Lectura: 2 Timoteo 4:1-8

En el año 2015, Daniel Boria, un chico atrevido quien desafió a la gravedad y a las autoridades de Canadá, invirtió casi 7 mil 500 dólares en más de 100 globos gigantes inflados con helio y luego los ató a una silla de jardín y voló por los aires; su arriesgada maniobra lo llevó a casi dos mil metros del suelo.

El joven llevaba consigo un tanque de oxígeno, un radio para comunicarse en caso de emergencia y un paracaídas.

A las autoridades canadienses no les hizo ninguna gracia la aventura de este muchacho, ya que no solo puso en riesgo su vida, sino también la de las personas a su alrededor, ya que en el trayecto de su travesía aérea volaban más de 12 aviones que estaban en fase de aterrizaje y despegue, sin tener el aviso previo de que un elemento de vuelo no autorizado se encontraba entre las nubes. Lo que parecía haber sido una divertida hazaña, pudo haber terminado en una tragedia.
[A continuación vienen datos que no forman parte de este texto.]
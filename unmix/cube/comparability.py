"""Comparability of the dates of a lazy cube: co-registration and relative radiometric normalisation.

Maps the kernels of :mod:`unmix.comparability` over a (time, band, y, x) cube. Measuring reads only
what it needs: a few blocks (of the registration bands, or of every band when the radiometric sample is
drawn from them too), one task per date, and a fixed sample of pixels for the radiometry
(:mod:`unmix.cube.radiometry` fits it, within each sensor of a record that switches sensor). Corrections
stay lazy. No paths, no printing.

References
----------
Guizar-Sicairos, M., Thurman, S. T. and Fienup, J. R. (2008). doi:10.1364/OL.33.000156
Argyriou, V. and Vlachos, T. (2003). doi:10.1049/el:20030666
Canty, M. J. and Nielsen, A. A. (2008). doi:10.1016/j.rse.2007.07.013
"""

from __future__ import annotations

import dask
import dask.array as da
import numpy as np
import xarray as xr

from unmix.comparability import (
    GAIN_TOLERANCE,
    MAX_PEAK_SD,
    MAX_SHIFT,
    MAX_SPREAD,
    MIN_PEAK_RATIO,
    MIN_R2,
    SIGMA,
    WARN_SHIFT,
    block_field,
    block_windows,
    combine_block_shifts,
    field_shift,
    valid_pixels,
)
from unmix.cube.corrections import correct_registration, normalise_cube
from unmix.cube.plausible import screen_block
from unmix.cube.radiometry import MIN_INVARIANT, SAMPLE, fit_sample, one_blas_thread, sample_scene, window_picks
from unmix.cube.radiometry import date_label as _date_label
from unmix.errors import UnknownNameError

#: Registration blocks by default: 4 of 256 px (a 2 x 2 layout). Each block costs the decoding of the
#: tile it lies in on every date, plus its gradient fields; 4 blocks keep measuring within 15 % of
#: unmixing (benchmarks/bench_comparability.py), still give a median and a spread, and the 3 needed
#: (``min_blocks``) leave one block to a cloud or to featureless ground.
N_BLOCKS = 4

#: Most memory [bytes] the measuring blocks of every date may take when the reference date is chosen from
#: them (no reference given): up to this, the blocks are read once, kept while the date with most valid
#: pixels is found, and measured from memory; beyond it they are read twice (counted, then measured),
#: so memory stays bounded. 1 GiB holds the 4 blocks of 256 px x 6 bands of 160 dates (a choice of this
#: package).
BLOCK_MEMORY = 1 << 30

__all__ = ["reference_date", "block_layout", "measure_registration", "measure_radiometry", "measure_comparability",
           "registration_verdict", "correct_registration", "normalise_cube"]


def reference_date(cube: xr.DataArray, preferred=None):
    """The reference date: ``preferred`` if given (it must be a date of the cube), else the date with most
    valid pixel-bands over the whole cube (a lazy reduction that reads every chunk; the measures below
    choose from the blocks they read instead, see :func:`measure_comparability`).

    Raises
    ------
    UnknownNameError
        ``preferred`` is not a date of the cube (the message names the nearest dates).
    """
    times = cube["time"].values
    if preferred is not None:
        want = np.datetime64(preferred, "ns") if np.issubdtype(times.dtype, np.datetime64) else preferred
        hit = np.flatnonzero(times == want)
        if hit.size:
            return times[hit[0]]
        if np.issubdtype(times.dtype, np.datetime64):
            order = np.argsort(np.abs((times - want).astype("timedelta64[s]").astype(np.int64)))[:3]
        else:
            order = np.arange(min(3, times.size))
        near = ", ".join(_date_label(times[i]) for i in sorted(order))
        raise UnknownNameError(f"reference date {_date_label(want)} is not a date of the stack; nearest dates: "
                               f"{near}. Give one of the stack's dates.")
    counts = cube.notnull().sum(dim=[d for d in cube.dims if d != "time"]).compute()
    return times[int(np.argmax(counts.values))]


def _snap(starts: list[int], size: int, chunks: tuple[int, ...]) -> list[int]:
    """Move each window of ``size`` inside the chunk holding its centre when it fits, so a window reads
    one chunk instead of up to four."""
    edges = np.concatenate([[0], np.cumsum(chunks)])
    out = []
    for s in starts:
        k = int(np.searchsorted(edges, s + size / 2, side="right")) - 1
        lo, hi = int(edges[max(k, 0)]), int(edges[min(k + 1, len(edges) - 1)])
        out.append(min(max(s, lo), hi - size) if hi - lo >= size else s)
    return out


def block_layout(cube: xr.DataArray, n_blocks: int = N_BLOCKS, block: int = 256) -> list[tuple[slice, slice]]:
    """Windows of :func:`unmix.comparability.block_windows`, each moved inside one chunk of a dask cube."""
    wins = block_windows((cube.sizes["y"], cube.sizes["x"]), n_blocks, block)
    if not isinstance(cube.data, da.Array):
        return wins
    ax_y, ax_x = cube.dims.index("y"), cube.dims.index("x")
    ys = _snap([w[0].start for w in wins], wins[0][0].stop - wins[0][0].start, cube.data.chunks[ax_y])
    xs = _snap([w[1].start for w in wins], wins[0][1].stop - wins[0][1].start, cube.data.chunks[ax_x])
    return [(slice(y, y + w[0].stop - w[0].start), slice(x, x + w[1].stop - w[1].start))
            for y, x, w in zip(ys, xs, wins)]
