def _finish(plans: list[RunPlan], bands: list[tuple[int, int]], band_outputs: list[list[TileOutput]],
            name: str, n_tiles: int, seconds: float) -> ExtractionResult:
    plan0 = plans[0]
    s = plan0.settings
    groups: dict = {}
    frags: dict = {}
    for band_no, outputs in enumerate(band_outputs):
        for out in outputs:
            for si, di, r, c, st, prof in out.pieces:
                groups.setdefault((si, di), []).append((r, c, st, prof))
            for si, di, fr, prof in out.fragments:
                frags.setdefault((si, di), []).append((band_no, fr, prof))
    for key, fl in frags.items():
        # thresholds of the band where a joined run starts decide (bands differ by < 1 % in sigma)
        for r, c, st, _closed, members in stitch_fragments(_join_band_seams(fl, bands), with_members=True):
            band_no = next((k for k, (b0, b1) in enumerate(bands) if b0 - 0.5 <= r[0] < b1 - 0.5), 0)
            th = plans[band_no].thresholds[key]
            sp = plans[band_no].scales[key[0]]
            if keep_run(r, c, st, high=th.high, sustained=th.sustained,
                        sustained_length_px=s.min_length_sigmas * min(sp.sigma_rc)):
                profs = [fl[m][2] for m in members]
                prof = None if profs[0] is None else np.sum(profs, axis=0)
                groups.setdefault(key, []).append((r, c, st, prof))
    lines: list[Lineament] = []
    reports: list[ScaleReport] = []
    pixel_m = tuple(float(np.mean([p.pixel_m[a] for p in plans])) for a in (0, 1))
    tol = s.simplify_tolerance_m if s.simplify_tolerance_m is not None else 0.5 * min(pixel_m)
    for si, sp in enumerate(plan0.scales):
        scale_px = float(np.mean([p.scales[si].scale_px for p in plans]))
        for di, det in enumerate(plan0.detectors):
            ths = [p.thresholds[(si, di)] for p in plans]
            noise, high, low = (float(np.mean([getattr(t, a) for t in ths])) for a in ("noise", "high", "low"))
            pieces = sorted(groups.get((si, di), []), key=lambda p: (float(p[0][0]), float(p[1][0])))
            min_len = min_length_m(s, sp.sigma_m)
            best = None
            if plan0.search_sigmas:
                from .scale_selection import peak_scale

                best = [peak_scale(np.asarray(plan0.search_sigmas), p[3][:-1] / max(p[3][-1], 1.0)) for p in pieces]
            found = pieces_to_lines([p[:3] for p in pieces], plan0.georef, tolerance_m=tol, min_length_m=min_len,
                                    attributes={"scale_m": sp.sigma_m, "scale_px": scale_px,
                                                "operator": det.operator, "kind": det.kind, "source": name},
                                    best_scales=best)
            lines.extend(found)
            reports.append(ScaleReport(sp.sigma_m, scale_px, det.kind, det.operator, noise, high, low,
                                       len(found), float(sum(f.length_m for f in found))))
    return ExtractionResult(lines, plan0.georef, name, s, reports, seconds, n_tiles)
Finalmente, Daniel fue arrestado en el momento exacto en que sus pies tocaron tierra firme, tuvo que pagar una cuantiosa multa, y todo lo hizo para ganar notoriedad y hacer promoción para su compañía familiar.

Por supuesto, no estamos a favor de este tipo de aventuras para llamar la atención; debemos entender que existen muchas otras actividades de mayor importancia en la vida, por las cuales vale la pena arriesgarse; por ejemplo, como creyentes, una de nuestras metas es ser creativos, valientes y osados a la hora de compartir nuestra fe con otros, para que al final de nuestros días en esta tierra, podamos decir como el apóstol Pablo: “He peleado la buena batalla, he acabado la carrera; he guardado la fe” (2 Timoteo 4:7).

  1. Esforzarse por alcanzar nuestras metas espirituales debe llenarnos de satisfacción personal y, por ende, el resultado también debe traer bendición a las personas que nos rodean.
  2. ¿Vale la pena morir por tu razón de vivir?

HG/MD

“He peleado la buena batalla, he acabado la carrera; he guardado la fe” (2 Timoteo 4:7).